Be that as it may, without specifying “the difficulties which have arisen in achieving the objective of socio-economic revolution” in the said bill it was stated that –
“It is, therefore, proposed to amend the Constitution to spell out expressly the high ideals of socialism, secularism and the integrity of the nation, …” based on which the Constitution (Forty-fourth Amendment) Act, 1976 had sought to remodel India as "Sovereign Socialist Secular Democratic Republic.”
Whatever, as neither the said bill nor the specified act defined what constitutes a secular republic; we may turn to the COD that defines the hallowed but much abused word thus:
1. concerned with the affairs of this world; not spiritual or sacred.
2. (of education etc.) not concerned with religion or religious belief
3. a. not ecclesiastical or monastic.
b. (of clergy) not bound by a religious rule.
Hence, with regard to the above –
1. Is not the spirit of our secular republic against the State subsidy of the Haj (which the Supreme Court had to order to be given up in a phased manner) as that amounts to its showing concern with the spiritual matters of the Muslims?
2. Is not the penchant of the Musalmans for the madrasa education for their children that stresses upon Islamic separatist dogma against the spirit of our secular republic?
3. Is not the assertion of the mullahs that they are bound by the sharia, the rule book of Islam, tantamount to the negation of the secular ethos of our remodeled republic?
Be that as it may, in spite of Indira’s unholy amendment, as Indian constitution remained a holy cow, Narasimha Rao had to let it go, besides, he happened to be a congressman and had to run a minority government at that.
Nevertheless, the article of the ‘Original’ Indian Constitution with regard to “Freedom of conscience and free profession, practice and propagation of religion” exhorts thus:
1. Subject to public order, morality and health and to the other provisions of this Part, all persons are equally entitled to freedom of conscience and the right freely to profess, practice and propagate religion.
2. Nothing in this article shall affect the operation of any existing law or prevent the State from making any law-
(a) regulating or restricting any economic, financial, political or other secular activity which may be associated with religious practice;
(b) providing for social welfare and reform or the throwing open of Hindu religious institutions of a public character to all classes and sections of Hindus.”
Agreed, the right of the citizen for the profession and practice of one’s religion is unexceptionable for it constitutes the birthright.

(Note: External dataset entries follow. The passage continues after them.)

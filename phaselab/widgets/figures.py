"""The explorer's bokeh figures: the main plot and the companion views of one orbit.

Built once per explorer; afterwards only their data sources change (a tap streams the new
orbit's points, a slider move replaces them), which is what jupyter_bokeh sends to the page.
"""

from __future__ import annotations

import numpy as np

from phaselab.widgets import theme


def _style(fig, xlabel, ylabel):
    fig.background_fill_color = theme.GROUND
    fig.border_fill_color = "#ffffff"
    fig.outline_line_color = theme.RULE
    fig.min_border_left = 48
    fig.min_border_bottom = 40
    fig.toolbar.logo = None
    fig.toolbar.autohide = True
    for axis in (fig.xaxis, fig.yaxis):
        axis.axis_line_color = theme.MUTED
        axis.major_tick_line_color = theme.MUTED
        axis.minor_tick_line_color = None
        axis.major_label_text_color = theme.MUTED
        axis.major_label_text_font_size = "10px"
        axis.axis_label_text_color = theme.INK
        axis.axis_label_text_font_size = "12px"
        axis.axis_label_text_font_style = "normal"
    for grid in (fig.xgrid, fig.ygrid):
        grid.grid_line_color = theme.RULE
        grid.grid_line_width = 0.8
    fig.xaxis.axis_label = xlabel
    fig.yaxis.axis_label = ylabel
    if fig.title is not None:
        fig.title.text_color = theme.INK
        fig.title.text_font_size = "12px"
        fig.title.text_font_style = "normal"


class Figures:
    """The bokeh models of one explorer.

    Attributes
    ----------
    main : bokeh figure
        Points, seeds, the allowed region's edge (or level curves).
    points, seeds, latest, forbidden, lines, accents : ColumnDataSource
    trace, error : bokeh figure
        Companion views of the selected orbit.
    trace_source, error_source : ColumnDataSource
    layout : bokeh layout holding all figures (one jupyter_bokeh model)
    """

    def __init__(self, labels, ranges, trace_labels, scalar_label=None, width=520, height=470):
        from bokeh.layouts import column, row
        from bokeh.models import (BoxZoomTool, ColorBar, ColumnDataSource, LinearColorMapper,
                                  PointDrawTool, ResetTool, SaveTool, WheelZoomTool, PanTool)
        from bokeh.plotting import figure

        (x0, x1), (y0, y1) = ranges
        main = figure(width=width, height=height, x_range=(x0, x1), y_range=(y0, y1),
                      tools=[], match_aspect=False, output_backend="canvas", name="phaselab-main")
        _style(main, *labels)

        self.forbidden = ColumnDataSource(dict(image=[np.zeros((2, 2))], x=[x0], y=[y0], dw=[x1 - x0],
                                               dh=[y1 - y0]))
        mapper = LinearColorMapper(palette=["rgba(0,0,0,0)", theme.FORBIDDEN], low=0.0, high=1.0)
        main.image(image="image", x="x", y="y", dw="dw", dh="dh", source=self.forbidden,
                   color_mapper=mapper, level="underlay")
        self.lines = ColumnDataSource(dict(xs=[], ys=[]))
        main.multi_line("xs", "ys", source=self.lines, line_color=theme.MUTED, line_width=0.8,
                        line_alpha=0.55)
        self.accents = ColumnDataSource(dict(xs=[], ys=[]))
        main.multi_line("xs", "ys", source=self.accents, line_color=theme.BOUNDARY, line_width=1.4)

        self.points = ColumnDataSource(dict(x=[], y=[], shade=[], orbit=[], value=[]),
                                       name="phaselab-points")
        # orbit colours by a small integer column (binary on the wire, unlike strings)
        n = len(theme.ORBIT_COLORS)
        self.orbit_mapper = LinearColorMapper(palette=list(theme.ORBIT_COLORS), low=-0.5, high=n - 0.5)
        self.scalar_mapper = None
        if scalar_label is not None:
            self.scalar_mapper = LinearColorMapper(palette=theme.scalar_palette(), low=0.0, high=1.0,
                                                   nan_color=theme.MISSING_COLOR)
            fill = {"field": "value", "transform": self.scalar_mapper}
        else:
            fill = {"field": "shade", "transform": self.orbit_mapper}
        main.scatter("x", "y", source=self.points, size=2.6, fill_color=fill, line_color=None,
                     fill_alpha=0.9)
        if self.scalar_mapper is not None:
            bar = ColorBar(color_mapper=self.scalar_mapper, title=scalar_label, width=8,
                           title_text_font_size="11px", major_label_text_font_size="10px",
                           title_text_font_style="normal", background_fill_alpha=0.0)
            main.add_layout(bar, "right")

        self.seeds = ColumnDataSource(dict(x=[], y=[], color=[]), name="phaselab-seeds")
        main.scatter("x", "y", source=self.seeds, size=7, marker="circle", fill_color="#ffffff",
                     line_color="color", line_width=1.6)
        self.latest = ColumnDataSource(dict(x=[], y=[]), name="phaselab-latest")
        latest = main.scatter("x", "y", source=self.latest, size=13, marker="circle",
                              fill_color=None, line_color=theme.INK, line_width=1.5)
        drag = PointDrawTool(renderers=[latest], add=False, drag=True,
                             description="Drag the newest seed")
        wheel = WheelZoomTool()
        main.add_tools(drag, PanTool(), wheel, BoxZoomTool(), ResetTool(), SaveTool())
        main.toolbar.active_drag = drag
        main.toolbar.active_scroll = wheel
        self.main = main
        self.drag_tool = drag

        tw = 290
        trace = figure(width=tw, height=240, tools="pan,wheel_zoom,reset", title="Orbit in configuration space",
                       name="phaselab-trace")
        _style(trace, *trace_labels)
        self.trace_source = ColumnDataSource(dict(x=[], y=[]))
        self.trace_line = trace.line("x", "y", source=self.trace_source, line_width=1.0,
                                     line_color=theme.ORBIT_COLORS[0], line_alpha=0.85)
        error = figure(width=tw, height=206, tools="pan,wheel_zoom,reset", title="Energy error along the orbit",
                       name="phaselab-error")
        _style(error, "t", "relative error")
        from bokeh.models import BasicTickFormatter

        error.yaxis.formatter = BasicTickFormatter(use_scientific=True, precision=1, power_limit_low=-2)
        self.error_source = ColumnDataSource(dict(x=[], y=[]))
        self.error_line = error.line("x", "y", source=self.error_source, line_width=1.0,
                                     line_color=theme.ORBIT_COLORS[0])
        self.trace = trace
        self.error = error
        self.layout = row(main, column(trace, error, spacing=12), spacing=18)

    def set_ranges(self, ranges):
        (x0, x1), (y0, y1) = ranges
        self.main.x_range.start, self.main.x_range.end = x0, x1
        self.main.y_range.start, self.main.y_range.end = y0, y1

But, why an ordinary Indian citizen should be concerned about the propagation of his faith for the constitution to grant it to him? Besides, where does the right of an Indian citizen for propagation of his faith leave his fellow citizen’s cultural need for preservation of his own order, sanātana dharma in case of the Hindus? After all, the right of propagation is but the right to spread one’s religion, and one cannot do that without coming into direct conflict with another’s religious faith or dharma, as the case may be, can any?
It’s thus, as one citizen’s right to propagate his faith vitiates the right of another to profess and practice his religion, India’s Constitution by granting the right for propagation of one’s religion per se, willy-nilly takes away another’s implied right for the preservation of his own faith. Besides, to what avail is the right to propagate one’s religion for the citizen rather than to fuel the zeal of the religious zealots for converting?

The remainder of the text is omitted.